I live in far away Switzerland and generally listen to music only in the recorded form. This degree of separation helps me disassociate with the idiosyncrasies of artists; it would be harder in a live performance I guess. As to the artist in question, I love his voice and his creativity; indeed he is outstanding. But it easy for me to reject all the extraneous distractions and immerse myself in pure music as I pick and choose what I listen to. Perhaps one day I will go to a live performance and come back with an alternate viewpoint.
i am a listener of all type of music well over for five decades and mostly listen carnatic music at home and attend kutcheris a lot.this particular artist was singing like any other top ranking artist for so many years..then suddenly there is a major shift in his approach/methods/ contents of his music.his viruosity/creativity presented impressed me very much..the depth ..the passionate singing ..the unhurried way he develops..visits the cotours /crevices of the raga..he has changed the core of his agenda in kutcheri format..he has broken the tradition..randomly sings the thanam..picks up different raga at the end of thani.etc.inspite of this major change which the tradionalist rejects summarily…but the fact as per me is the melody ,the suganubhavam is very much there ,which according to me is the purpose of singing.so i wonder can we ignore the ‘silence ‘ his music brings to the listener’s mind? irrespective of his persona? his concert is always a house full one (which may consist of the listeners who are the detractors.)
‘so i wonder can we ignore the ‘silence ‘ his music brings to the listener’s mind?’- Indeed we cannot for that is the goal we must strive towards by Tyagaraja’s words. If it works for you, you are very lucky.
It is great to see that you have started posting after a hiatus. Congratulations to your daughter on her new journey.
Art itself is paramount. Viewing it through our sometimes prejudiced lenses does not serve the art well. It is interesting that you have chosen to introduce some famous names without mentioning them – but the reader probably knows these characters. It is amazing how fast we jump to conclusions or are led to believe these narratives. Once they are out there, it tends to accrue and mixed with folklore tales with no basis that and we the masses, abandon any critical thinking and join the bandwagon of vox populi and pass hasty judgments on the unfortunate victim: the art.

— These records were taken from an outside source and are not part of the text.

import { describe, expect, it } from 'vitest';
import { MeshError, type MeshErrorCode, meshSolid, readMesh } from '../../../core/mesh/index.ts';
import {
  blockMesh,
  objText,
  type PlainMesh,
  stlAscii,
  stlBinary,
  TETRAHEDRON,
  text,
} from '../../helpers/build-mesh.ts';

const BLOCK = blockMesh([3, 2, 1], [0.5, -1, 0.25]);

function fault(bytes: Uint8Array): { code: MeshErrorCode; message: string } {
  try {
    readMesh(bytes, { unit: 1 });
  } catch (error) {
    if (error instanceof MeshError) return { code: error.code, message: error.message };
    throw error;
  }
  throw new Error('the mesh was read');
}

const plain = (bytes: Uint8Array, unit = 1): PlainMesh => {
  const mesh = readMesh(bytes, { unit });
  const triples = (list: ArrayLike<number>) =>
    Array.from({ length: list.length / 3 }, (_, i) => [list[3 * i]!, list[3 * i + 1]!, list[3 * i + 2]!]);
  return { vertices: triples(mesh.vertices), triangles: triples(mesh.triangles) } as unknown as PlainMesh;
};

describe('readMesh', () => {
  it('reads the same body from binary STL, ASCII STL and OBJ', () => {
    for (const mesh of [BLOCK, TETRAHEDRON]) {
      const [binary, ascii, obj] = [stlBinary(mesh), stlAscii(mesh), objText(mesh)].map((bytes) =>
        meshSolid(readMesh(bytes, { unit: 0.001 })),
      );
      expect(ascii!.body).toEqual(binary!.body);
      expect(obj!.body.mass).toBeCloseTo(binary!.body.mass, 22);
      expect([binary, ascii, obj].map((one) => one!.report.format)).toEqual([
        'STL binary',
        'STL ASCII',
        'OBJ',
      ]);
    }
  });

  it('takes a binary file whose header begins with "solid" for binary', () => {
    expect(readMesh(stlBinary(BLOCK, 'solid made by a program facet'), { unit: 1 }).format).toBe(
      'STL binary',
    );
  });

  it('reads a view into a larger buffer at an odd place', () => {
    const bytes = stlBinary(BLOCK);
    const larger = new Uint8Array(bytes.length + 20).fill(7);
    larger.set(bytes, 13);
    expect(plain(larger.subarray(13, 13 + bytes.length))).toEqual(plain(bytes));
  });

  it('welds equal corners, and minus zero with zero', () => {
    expect(plain(stlBinary(BLOCK)).vertices).toHaveLength(8);
    const signed = stlAscii(blockMesh([3, 2, 1]));
    const mixed = new TextDecoder().decode(signed).replace('vertex 0 0 0', 'vertex -0 0 -0.0');
    const mesh = readMesh(text(mixed), { unit: 1 });
    expect(mesh.vertices).toHaveLength(24);
    expect(Object.is(mesh.vertices[0], 0)).toBe(true);
  });

  it('welds corners that nearly meet only when asked to, with a tolerance in metres', () => {
    const torn = new TextDecoder()
      .decode(stlAscii(blockMesh([3, 2, 1])))
      .replace('vertex 3 2 1', 'vertex 3.0001 2 1');
    expect(readMesh(text(torn), { unit: 0.001 }).vertices).toHaveLength(27);
    expect(readMesh(text(torn), { unit: 0.001, weld: 1e-6 }).vertices).toHaveLength(24);
    expect(readMesh(text(torn), { unit: 0.001, weld: 1e-8 }).vertices).toHaveLength(27);
  });

  it('drops and counts triangles with two equal corners', () => {
    const mesh = { ...BLOCK, triangles: [...BLOCK.triangles, [1, 1, 2], [4, 5, 4]] } as PlainMesh;
    const read = readMesh(stlBinary(mesh), { unit: 1 });
    expect(read.dropped).toBe(2);
    expect(meshSolid(read).notes.map((note) => note.code)).toEqual(['MESH_COLLAPSED_TRIANGLES']);
  });

  it('gives the double nearest to each coordinate in metres', () => {
    const mesh: PlainMesh = { ...TETRAHEDRON, vertices: [[0.1, 1.2, 16], ...TETRAHEDRON.vertices.slice(1)] };
    expect(readMesh(objText(mesh), { unit: 0.001 }).vertices.slice(0, 3)).not.toEqual([]);
    const first = plain(objText(mesh), 0.001).vertices;
    expect(first).toContainEqual([0.0001, 0.0012, 0.016]);
  });

  it.each([
    ['1e-3', 0.001],
    ['+12.5E+2', 1250],
    ['.5', 0.5],
    ['5.', 5],
    ['-0.1', -0.1],
    ['123456789012345678', 123456789012345680],
    ['0.30000000000000004', 0.30000000000000004],
    ['1.7976931348623157e-30', 1.7976931348623157e-30],
    ['8.41e21', 8.41e21],
  ])('reads the number %s as the engine does', (written, value) => {
    const file = new TextDecoder()
      .decode(objText(TETRAHEDRON))
      .replace('v 4 0.5 0.25', `v ${written} 0.5 0.25`);
    expect(plain(text(file)).vertices.map((v) => v[0])).toContain(value);
  });

  it('reads OBJ faces of many corners, negative and slashed indices, comments and split lines', () => {
    const file = [
      '# a block',
      'mtllib none.mtl',
      ...BLOCK.vertices.map((v) => `v ${v.join(' ')} 1.0`),
      'vn 0 0 1',
      'f 1//1 3//1 4//1 2//1',
      'f -4/1/1 -3/2/1 -1/3/1 -2/4/1',
      'f 1 2 \\',
      '  6 5',
      'f 3 7 8 4',
      'f 1 5 7 3',
      'f 2 4 8 6',
    ].join('\r\n');
    const { body, report } = meshSolid(readMesh(text(file), { unit: 1 }));
    expect(body.mass).toBeCloseTo(6, 12);
    expect(report.triangles).toBe(12);
  });

  it('leaves out OBJ vertices that no face names', () => {
    const file = `v 1000 1000 1000\n${new TextDecoder().decode(objText(BLOCK)).replace(/f (\d+) (\d+) (\d+)/g, (_, a, b, c) => `f ${+a + 1} ${+b + 1} ${+c + 1}`)}`;
    expect(meshSolid(readMesh(text(file), { unit: 1 })).report.extent.max).toEqual([3.5, 1, 1.25]);
  });
});

describe('readMesh refuses', () => {
  it('an empty file and files without triangles with MESH_EMPTY', () => {
    expect(fault(new Uint8Array(0)).code).toBe('MESH_EMPTY');
    expect(fault(stlBinary({ vertices: [], triangles: [] })).code).toBe('MESH_EMPTY');
    expect(fault(text('solid nothing\nendsolid nothing\n')).code).toBe('MESH_EMPTY');
    expect(fault(text('v 1 2 3\nv 2 3 4\n')).code).toBe('MESH_EMPTY');
    expect(fault(stlBinary({ ...BLOCK, triangles: [[1, 1, 2]] })).code).toBe('MESH_EMPTY');
  });

  it('a binary file cut short with MESH_TRUNCATED, saying how many triangles were promised and found', () => {
    const found = fault(stlBinary(BLOCK).subarray(0, 84 + 50 * 7 + 3));
    expect(found.code).toBe('MESH_TRUNCATED');
    expect(found.message).toMatch(/12 .*7/);
  });

  it('an ASCII file cut short with MESH_TRUNCATED', () => {
    const whole = stlAscii(BLOCK);
    expect(fault(whole.subarray(0, whole.length - 100)).code).toBe('MESH_TRUNCATED');
  });

  it.each([Number.NaN, Infinity, -Infinity])('a coordinate of %d with MESH_NOT_FINITE', (value) => {
    const bytes = stlBinary(BLOCK);
    new DataView(bytes.buffer).setFloat32(84 + 50 * 4 + 12, value, true);
    expect(fault(bytes)).toMatchObject({
      code: 'MESH_NOT_FINITE',
      message: expect.stringContaining('triangle 5'),
    });
    expect(fault(text(`v ${value} 0 0\nf 1 1 1\n`)).code).toBe('MESH_NOT_FINITE');
  });

  it.each<[string, string | number[], RegExp]>([
    ['a PNG picture', [0x89, 0x50, 0x4e, 0x47, 13, 10, 26, 10], /PNG/],
    ['a zip archive', [0x50, 0x4b, 3, 4, 20, 0], /zip.*3MF/],
    ['a STEP file', 'ISO-10303-21;\nHEADER;', /STEP/],
    ['a web page', '<!DOCTYPE html>\n<html></html>', /web page/],
    ['an unfetched file', 'version https://git-lfs.github.com/spec/v1\noid sha256:0\nsize 1\n', /LFS/],
    ['a PLY mesh', 'ply\nformat ascii 1.0\n', /PLY/],
    ['some other text', 'steel and brass\n', /text/],
    ['a few other bytes', [0, 1, 2, 3], /data/],
  ])('%s with MESH_FORMAT, naming what it looks like', (_, content, looks) => {
    const bytes = typeof content === 'string' ? text(content) : Uint8Array.from(content);
    expect(fault(bytes)).toMatchObject({ code: 'MESH_FORMAT', message: expect.stringMatching(looks) });
  });

  it('text that breaks off its own format with MESH_FORMAT and the line', () => {
    const ascii = new TextDecoder().decode(stlAscii(BLOCK));
    expect(fault(text(ascii.replace('vertex 0.5 -1 0.25', 'vertex 0,5 -1 0.25')))).toMatchObject({
      code: 'MESH_FORMAT',
      message: expect.stringMatching(/line 4: "0,5"/),
    });
    expect(fault(text('v 0 0 0\nv 1 0 0\nf 1 2 9\n')).message).toMatch(/line 3.*"9"/);
    expect(fault(text('v 0 0 0\nv 1 0 0\nf 1 2\n')).code).toBe('MESH_FORMAT');
  });
});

In the theme of celebrating art, you and your readers should listen to this padam by a great lyricist P Bhaskaran. Essentially, it pays homage to art – that art which takes a stone and converts it to a sculpture, that which takes a reed and with a kiss transforms it to the melodious murali,…
Hello Jay! Thank you for your kind wishes. I referred to incidents concerning some nameless artists which were experienced directly either by my father or my very dear friend. I assure you that I was not spreading rumours! My point is that artists now and historically often have feet of clay; they are but human. Whether the artist is admirable or not, the art is always admirable. I believe you and I are in concurrence here. Thank you for the music link, I will listen to it.